Given a 2–d matrix , which has only 1’s and 0’s in it. Find the total number of connected sets in that matrix.

Explanation:

Connected set can be defined as group of cell(s) which has 1 mentioned on it and have at least one other cell in that set with which they share the neighbor relationship. A cell with 1 in it and no surrounding neighbor having 1 in it can be considered as a set with one cell in it. Neighbors can be defined as all the cells adjacent to the given cell in 8 possible directions ( i.e N , W , E , S , NE , NW , SE , SW direction ). A cell is not a neighbor of itself.

Input format :

First line of the input contains T , number of test-cases.

Then follow T testcases. Each testcase has given format.

N [ representing the dimension of the matrix N X N ].

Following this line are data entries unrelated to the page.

import { type ClientVocabularyState, clientVocabularyStateSchema } from '@keyloom/shared';
import { queryOptions, useQuery } from '@tanstack/react-query';
import { apiRequest } from '@/lib/api-client';
import { vocabularyKeys } from './keys';

/** The client's current added and blocked words (what the next version freezes) and kept spellings. */
export const getClientVocabulary = (clientId: string, signal?: AbortSignal): Promise<ClientVocabularyState> =>
  apiRequest(`/clients/${encodeURIComponent(clientId)}/vocabulary`, {
    schema: clientVocabularyStateSchema,
    signal,
  });

export const clientVocabularyQueryOptions = (clientId: string) =>
  queryOptions({
    queryKey: vocabularyKeys.client(clientId),
    queryFn: ({ signal }) => getClientVocabulary(clientId, signal),
  });

/** Pass null to wait (e.g. until the page knows who is reading). */
export const useClientVocabulary = (clientId: string | null) =>
  useQuery({ ...clientVocabularyQueryOptions(clientId ?? ''), enabled: clientId !== null });
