// Prediction by Partial Matching over Unicode code points.
//
// Coding a symbol x after a context (docs/references.md §1): start at the longest
// context of order <= k that has been seen; if x has a positive weight there,
// code it; otherwise code an escape and drop one order. Unseen (or empty)
// contexts are skipped at no cost. Below order 0 sits order -1: a uniform
// choice among the base alphabet 0..alphabetSize-1 plus, when `literals` is
// on, one literal index that leads to a uniform choice among the code points
// >= alphabetSize. With full exclusion, every symbol that had a positive
// weight in a context escaped from is removed from all lower orders,
// including order -1 and the literal range.
//
// Integer weights per context (c = count, n = sum of counts, q = distinct
// symbols in the context, counted before exclusion: "q retained"):
//   A: symbol c,      escape 1      (total n + 1)
//   B: symbol c - 1,  escape q      (total n; reduced-count definition)
//   C: symbol c,      escape q      (total n + q)
//   D: symbol 2c - 1, escape q      (total 2n; Howard's halves, doubled)
// With exclusion the excluded symbols' weights are left out of the total.
//
// Counts are halved (rounding up, so none reaches 0) when a context's sum
// would exceed CONTEXT_TOTAL_LIMIT or one count reaches MAX_COUNT (1023, the
// most a packed entry holds). Totals therefore stay far below the coder's
// limit of 2^24, and the halving slightly favours recent text.
import { type Distribution, type NextSymbolModel } from './model-types';
import { ContextTrie } from './context-trie';
import { CumulativeTable, UniformTable } from './frequency-table';
import { type RangeDecoder, type RangeEncoder } from './range-coder';
import {
  type EscapeMethod,
  type PpmSettings,
  type ResolvedPpmSettings,
  resolvePpmSettings,
} from './ppm-settings';
import { markArray, nextToken } from './symbol-marks';

// Local copies of constants: imported bindings compile to getter calls under
// some loaders, which hot loops should not pay for.
const NONE = -1; // same as context-trie NONE
const MAX_COUNT = 1023; // same as context-trie MAX_COUNT
const CODE_POINT_LIMIT = 0x110000;

/** Counts of a context are halved when their sum would exceed this (keeps the coder's totals far below 2^24). */
export const CONTEXT_TOTAL_LIMIT = 0xffff;

const METHOD_CODE: Record<EscapeMethod, number> = { A: 0, B: 1, C: 2, D: 3 };

/** Weight of a symbol with count c under method m (see the table above). */
function symbolWeight(m: number, c: number): number {
  return m === 3 ? 2 * c - 1 : m === 1 ? c - 1 : c;
}

/** Escape weight for a context with q distinct symbols. */
function escapeWeight(m: number, q: number): number {
  return m === 0 ? 1 : q;
}

/** Total weight of a context with no exclusion (n = count sum, q = distinct symbols). */
function plainTotal(m: number, n: number, q: number): number {
  return m === 0 ? n + 1 : m === 1 ? n : m === 2 ? n + q : 2 * n;
}

/** Reused tables and lists for one coding step (not re-entrant). */
const table = new CumulativeTable(256);
const uniform = new UniformTable();
let tableSymbols = new Int32Array(256);
let excludedList = new Int32Array(256);
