"""Likelihood of the stars of an HB/clump CMD region under the smooth surrogate density of
:mod:`hbmodel.inference.surrogate` (basis images; the photometric errors: :mod:`hbmodel.inference.error_model`).

The likelihood is the unbinned mixture likelihood (Dolphin 2002, MNRAS 332, 91 discusses it with the binned
Poisson form it approximates): p_i = (1 - f) c(m_i) rho(x_i - s) / Z(s) + f / A, with f the field fraction
(uniform over the region of area A), c the completeness and Z the normalisation over the region.  A binned
Poisson Hess-diagram statistic (Dolphin 2002, eq. 10) is provided for the residual plot and a goodness-of-fit
figure.

Differential reddening: each star's E(B-V) scatters about the mean by a Gaussian of sd ``ebv_spread`` (a
nuisance parameter), which moves it along the reddening vector v = (E(colour)/E(B-V), A_first/E(B-V)).  The
model density is then the walker's image convolved with that 1-D Gaussian along v: done exactly (for the
pixelised image) by a Fourier multiplier exp(-2 pi^2 sd^2 (u . f)^2), u = v in pixels, on a zero-padded image
(no wrap-around).  Its normalisation over the region is the average of the plain one over shifts along v
(9-node Gauss-Hermite quadrature on the shift tables, which then reach that far).  The convolution is linear,
so it commutes with the weighted sum of basis images and is applied once per walker.

Validity: two bands; a simple population (one age and composition); the region must lie brighter than the
faint end of the modelled RGB (log L/Lsun = 0.8): fainter stars (sub-giants, main sequence) are not modelled.

Size (580+ lines): :class:`CMDLikelihood` is one class whose fast paths (pixel views, pre-convolved spread
levels, normalisation tables) share its cached state; the surrogate and the error model are modules of their own.
"""
from __future__ import annotations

Followed by N lines , with N numbers on each line.

Ouput format :

For each test case print one line , number of connected component it has.

Sample Input :

```
4
4
0 0 1 0
1 0 1 0
0 1 0 0
1 1 1 1
4
1 0 0 1
0 0 0 0
0 1 1 0
1 0 0 1
5
1 0 0 1 1
0 0 1 0 0
0 0 0 0 0
1 1 1 1 1
0 0 0 0 0
8
0 0 1 0 0 1 0 0
1 0 0 0 0 0 0 1
0 0 1 0 0 1 0 1
0 1 0 0 0 1 0 0
1 0 0 0 0 0 0 0
0 0 1 1 0 1 1 0
1 0 1 1 0 1 1 0
0 0 0 0 0 0 0 0
```

Sample output :

```
1
3
3
9
```

Constraint :

```
0 < T < 6
0 < N < 1009
```

plz explain the test cases …its difficult the get …???